Physiological Value and Critical Role of the Bicarbonate-Carbonic Acid (CO2-HCO3-) Buffer
At 6.1 the pKA of the CO2-HCO3-
buffer is not close to the desired plasma pH of 7.4. The concentration
ratio of bicarbonate to carbon dioxide is 20:1. The unique physiological
advantage of this buffer system is that the acid form (CO2)
and salt form (HCO3-) can be regulated independently.

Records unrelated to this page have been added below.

import { describe, expect, test } from 'vitest';
import XLSX from 'xlsx';
import { parseSpreadsheet, type ParseSpreadsheetOptions } from '@/lib/imports/parse-spreadsheet';
import type { SpreadsheetErrorCode } from '@/lib/imports/spreadsheet-types';
import { makeRandom } from '@/scripts/demo-plates/random';
import { workbookWithCells, zip, zipBombXlsx } from '../fixtures/bad-input/build-corpus';

const text = (value: string) => new TextEncoder().encode(value);

function workbookBytes(sheets: Record<string, XLSX.WorkSheet>, bookType: XLSX.BookType = 'xlsx'): Uint8Array {
  const book = XLSX.utils.book_new();
  for (const [name, sheet] of Object.entries(sheets)) XLSX.utils.book_append_sheet(book, sheet, name);
  return new Uint8Array(XLSX.write(book, { type: 'array', bookType }) as ArrayBuffer);
}

describe('parseSpreadsheet reads workbooks into plain cells', () => {
  test('xlsx: text, numbers, booleans, dates, cached formula values and errors, at their spreadsheet positions', async () => {
    const sheet = XLSX.utils.sheet_add_aoa(
      {},
      [
        ['Well', 'Conc (nM)'],
        ['A01', 100],
        ['B01', true],
      ],
      { origin: 'B2' },
    );
    sheet['D3'] = { t: 'n', v: 3, f: 'C3*3' };
    sheet['D4'] = { t: 'e', v: 7 };
    sheet['E4'] = { t: 'd', v: new Date('2024-03-05T00:00:00.000Z') };
    sheet['!ref'] = 'B2:E4';
    const result = await parseSpreadsheet(
      workbookBytes({ Readouts: sheet, Notes: XLSX.utils.aoa_to_sheet([]) }),
      'plate.xlsx',
    );
    expect(result).toEqual({
      ok: true,
      format: 'xlsx',
      sheets: [
        {
          name: 'Readouts',
          decimalComma: false,
          rows: [
            [],
            [null, 'Well', 'Conc (nM)'],
            [null, 'A01', 100, 3],
            [null, 'B01', true, '#DIV/0!', '2024-03-05T00:00:00.000Z'],
          ],
        },
        { name: 'Notes', decimalComma: false, rows: [] },
      ],
    });
  });

  test('xls (compound file) reads the same way', async () => {
    const result = await parseSpreadsheet(
      workbookBytes({ Readouts: XLSX.utils.aoa_to_sheet([['Well'], ['A01']]) }, 'biff8'),
      'plate.xls',
    );
    expect(result).toEqual({
      ok: true,
      format: 'xls',
      sheets: [{ name: 'Readouts', decimalComma: false, rows: [['Well'], ['A01']] }],
    });
  });
});

describe('parseSpreadsheet reads delimited text', () => {
  test.each([
    [
      'comma, byte-order mark, CRLF, quotes, blank line',
      '\ufeffWell,Compound\r\n"A01","GW, 1"\r\n\r\nB01,"say ""hi"""\r\n',
      ',',
      [['Well', 'Compound'], ['A01', 'GW, 1'], [], ['B01', 'say "hi"']],
    ],
    [
      'semicolon with decimal commas',
      'Well;I (pA)\nA01;-812,5\n',
      ';',
      [
        ['Well', 'I (pA)'],
        ['A01', '-812,5'],
      ],
    ],
    [
      'tab',
      'Well\tConc\nA01\t\n',
      '\t',
      [
        ['Well', 'Conc'],
        ['A01', null],
      ],
    ],
    [
      'a sep= hint',
      'sep=;\nWell;Conc, nM\nA01;3\n',
      ';',
      [
        ['Well', 'Conc, nM'],
        ['A01', '3'],
      ],
    ],
    [
      'a quoted line break',
      'Well,Note\nA01,"two\nlines"\n',
      ',',
      [
        ['Well', 'Note'],
        ['A01', 'two\nlines'],
      ],
    ],
  ])('%s', async (_name, csv, delimiter, rows) => {
    const result = await parseSpreadsheet(text(csv), 'kv-plate.csv');
    expect(result).toEqual({
      ok: true,
      format: 'csv',
      sheets: [{ name: 'kv-plate', rows, decimalComma: delimiter === ';' }],
    });
  });

  test('a CSV saved under an .xlsx name is read as the CSV it is', async () => {
    const result = await parseSpreadsheet(
      text('Run 7\nWell,Conc,Target\nA01,3,Kv7.2\nA02,1,Kv7.2\n'),
      'kv-plate.xlsx',
    );
    expect(result).toEqual({
      ok: true,
      format: 'csv',
      sheets: [
        {
          name: 'kv-plate',
          rows: [['Run 7'], ['Well', 'Conc', 'Target'], ['A01', '3', 'Kv7.2'], ['A02', '1', 'Kv7.2']],
          decimalComma: false,
        },
      ],
    });
  });

  test('UTF-16 text with a byte-order mark', async () => {
    const bytes = new Uint8Array(Buffer.from('\ufeffWell\tRseal (GΩ)\nA01\t1.2\n', 'utf16le'));
    const result = await parseSpreadsheet(bytes, 'export.txt');
    expect(result).toMatchObject({
      ok: true,
      sheets: [
        {
          rows: [
            ['Well', 'Rseal (GΩ)'],
            ['A01', '1.2'],
          ],
        },
      ],
    });
  });
});

describe('parseSpreadsheet refuses what it cannot read, and says why', () => {
  const garbage = new Uint8Array(4096).map(
    (
      (random) => () =>
        Math.floor(random.next() * 256)
    )(makeRandom(7)),
  );
  const png = new Uint8Array([0x89, 0x50, 0x4e, 0x47, 0x0d, 0x0a, 0x1a, 0x0a, 0, 0, 0, 13]);
  const latin1 = new Uint8Array([...text('Well,Conc (\n'), 0xb5, ...text('M)\n')]);

  test.each<[string, Uint8Array, string, ParseSpreadsheetOptions, SpreadsheetErrorCode, string | RegExp]>([
    [
      'an empty file',
      new Uint8Array(0),
      'plate.xlsx',
      {},
      'empty_file',
      'plate.xlsx is empty (0 bytes): the file holds nothing to import. Export the plate from the instrument again and upload that file.',
    ],
    [
      'random bytes named .xlsx',
      garbage,
      'plate.xlsx',
      {},
      'not_spreadsheet',
      'plate.xlsx holds binary data that is not a spreadsheet Gatewell can read. Upload an xlsx, xls or csv file.',
    ],
    [
      'a PNG named .xlsx',
      png,
      'plate.xlsx',
      {},
      'not_spreadsheet',
      'plate.xlsx is a PNG image, not a spreadsheet. Upload an xlsx, xls or csv file.',
    ],
    [
      'plain words named .xlsx',
      text('hello there\n'),
      'plate.xlsx',
      {},
      'not_spreadsheet',
      'plate.xlsx is text, not a spreadsheet: its lines are not split into columns by commas, semicolons or tabs. Upload the export the instrument wrote (xlsx, xls or csv).',
    ],
    [
      'prose with commas named .xlsx',
      text(
        'Run notes, rig 2\nThe seal was lost on row B after the second addition, so those wells are suspect.\nAll other wells looked fine to me.\n',
      ),
      'plate.xlsx',
      {},
      'not_spreadsheet',
      'plate.xlsx is text, not a spreadsheet: its lines are not split into columns by commas, semicolons or tabs. Upload the export the instrument wrote (xlsx, xls or csv).',
    ],
    [
      'a csv that is not UTF-8',
      latin1,
      'plate.csv',
      {},
      'not_utf8',
      'plate.csv is not valid UTF-8 text: byte 0xB5 at offset 12 (line 2) cannot be read. Save the file as CSV with UTF-8 encoding and upload it again.',
    ],
    [
      'a ZIP without a workbook',
      new Uint8Array(zip([{ name: 'notes/readme.txt', data: Buffer.from('hello') }])),
      'plate.xlsx',
      {},
      'not_spreadsheet',
      'plate.xlsx holds no readable workbook: it is not an xlsx or xls spreadsheet, or it is damaged.',
    ],
    [
      'a damaged compound file',
      new Uint8Array([0xd0, 0xcf, 0x11, 0xe0, 0xa1, 0xb1, 0x1a, 0xe1, ...new Array<number>(600).fill(7)]),
      'plate.xls',
      {},
      'unreadable',
      /^plate\.xls looks like an xls file but could not be read/,
    ],
    [
      'an unclosed quote',
      text('Well,Note\nA01,"open\n'),
      'plate.csv',
      {},
      'unreadable',
      'plate.csv could not be read as CSV: a quoted field that starts on row 2 is never closed.',
    ],
    [
      'a file over the size limit',
      text('Well\nA01\n'.repeat(20)),
      'plate.csv',
      { maxBytes: 100 },
      'too_large',
      'plate.csv is 180 bytes; Gatewell reads files up to 100 bytes.',
    ],
    [
      'too many rows of text',
      text('Well\nA01\nA02\nA03\n'),
      'plate.csv',
      { maxRows: 3 },
      'too_many_rows',
      'plate.csv is too big to import: it has more than 3 rows.',
    ],
    [
      'too many columns of text',
      text('a,b,c,d\n'),
      'plate.csv',
      { maxColumns: 3 },
      'too_many_columns',
      'plate.csv is too big to import: row 1 has more than 3 columns.',
    ],
  ])('%s', async (_name, bytes, filename, options, code, message) => {
    const result = await parseSpreadsheet(bytes, filename, options);
    expect(result.ok).toBe(false);
    if (result.ok) return;
    expect(result.error.code).toBe(code);
    if (typeof message === 'string') expect(result.error.message).toBe(message);
    else expect(result.error.message).toMatch(message);
  });

  test('workbook limits: rows, time and memory', async () => {
    const bytes = workbookBytes({ Readouts: XLSX.utils.aoa_to_sheet([['Well'], ['A01'], ['A02'], ['A03']]) });
    const rows = await parseSpreadsheet(bytes, 'plate.xlsx', { maxRows: 3 });
    expect(rows).toEqual({
      ok: false,
      error: {
        code: 'too_many_rows',
        message: 'plate.xlsx is too big to import: sheet "Readouts" has more than 3 rows.',
      },
    });
    // A workbook cut off after 300 bytes sends the workbook library into a loop that never ends (seen to run
    // 40 s, the whole deadline given): the deadline is what stops it, however fast the machine.
    const torn = workbookWithCells([['Well'], ['A01']]).subarray(0, 300);
    const endless = await parseSpreadsheet(torn, 'torn.xlsx', { timeoutMs: 2000 });
    expect(endless).toEqual({
      ok: false,
      error: {
        code: 'timed_out',
        message:
          'torn.xlsx took longer than 2 s to read and was stopped. Remove extra sheets or rows and upload it again.',
      },
    });
    const small = await parseSpreadsheet(bytes, 'plate.xlsx', { maxMemoryMb: 2 });
    expect(small).toMatchObject({ ok: false, error: { code: 'too_complex' } });
  });

  // The unpacked-size limit of zip workbooks (parse-worker.mjs): a 3 MB bomb is refused under a 2 MB limit
  // and read under a 4 MB one, so the refusal is the limit's and not some other failure; a lying size in
  // the zip's headers is caught by inflating under the cap. Fails if the check is missing or trusts headers.
  test('zip workbooks: what they unpack to is limited, whatever sizes their headers declare', async () => {
    const MB = 1024 * 1024;
    const refusal = {
      ok: false,
      error: {
        code: 'too_large',
        message:
          'bomb.xlsx unpacks to more than 2 MB; Gatewell reads workbooks that unpack to at most 2 MB. Remove extra sheets or rows and upload it again.',
      },
    };
    const honest = await zipBombXlsx(3);
    expect(await parseSpreadsheet(honest, 'bomb.xlsx', { maxInflatedBytes: 2 * MB })).toEqual(refusal);
    const lying = await zipBombXlsx(3, 1000);
    expect(await parseSpreadsheet(lying, 'bomb.xlsx', { maxInflatedBytes: 2 * MB })).toEqual(refusal);
    const read = await parseSpreadsheet(honest, 'bomb.xlsx', { maxInflatedBytes: 4 * MB });
    expect(read).toMatchObject({ ok: true, sheets: [{ name: 'Plate', rows: [['Well']] }] });
  });

  test('the default size limit is 10 MB', async () => {
    const result = await parseSpreadsheet(new Uint8Array(10 * 1024 * 1024 + 1), 'huge.csv');
    expect(result).toEqual({
      ok: false,
      error: { code: 'too_large', message: 'huge.csv is 10.0 MB; Gatewell reads files up to 10 MB.' },
    });
  });

  test('options are checked', async () => {
    await expect(parseSpreadsheet(text('a'), 'a.csv', { timeoutMs: 0 })).rejects.toThrow(
      'parseSpreadsheet: timeoutMs must be a positive integer',
    );
  });
});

Excretion or retention of CO2 is controlled by the lung and
reabsorption and regeneration of HCO3- is controlled
by the kidney.
A second advantage is that there is a readily available supply of
CO2 from cellular metabolism.
A third factor is the location of this system in the ECF. As the lung and kidney control the ECF pH, H+ (as such or in the form of CO2) moves along its concentration gradients from one compartment to the other. As the renal and pulmonary mechanisms operate to return ECF pH toward normal, H+ buffered intracellularly at the onset of an acid load will move out of the cells into the ECF where it reacts with the CO2 HCO3- buffer system. This cycling of H+ from ICF to ECF Buffer will continue until the acid load has been eliminated and the ECF HCO3- concentration restored to normal. While the movement of CO2 across cell membranes is rapid the movement of H+ and HCO3- is much slower and ICF buffering, which accounts for about half the body buffer, is slow requiring hours to take effect in comparison to the ECF Buffers which react to changes in pH very quickly. The exception to this is the RBC membrane which is highly permeable to HCO3- and Cl- as well as to CO2. This makes the buffering capacity of intracellular hemoglobin as efficient as the CO2 - HCO3- system in buffering pH changes in the ECF.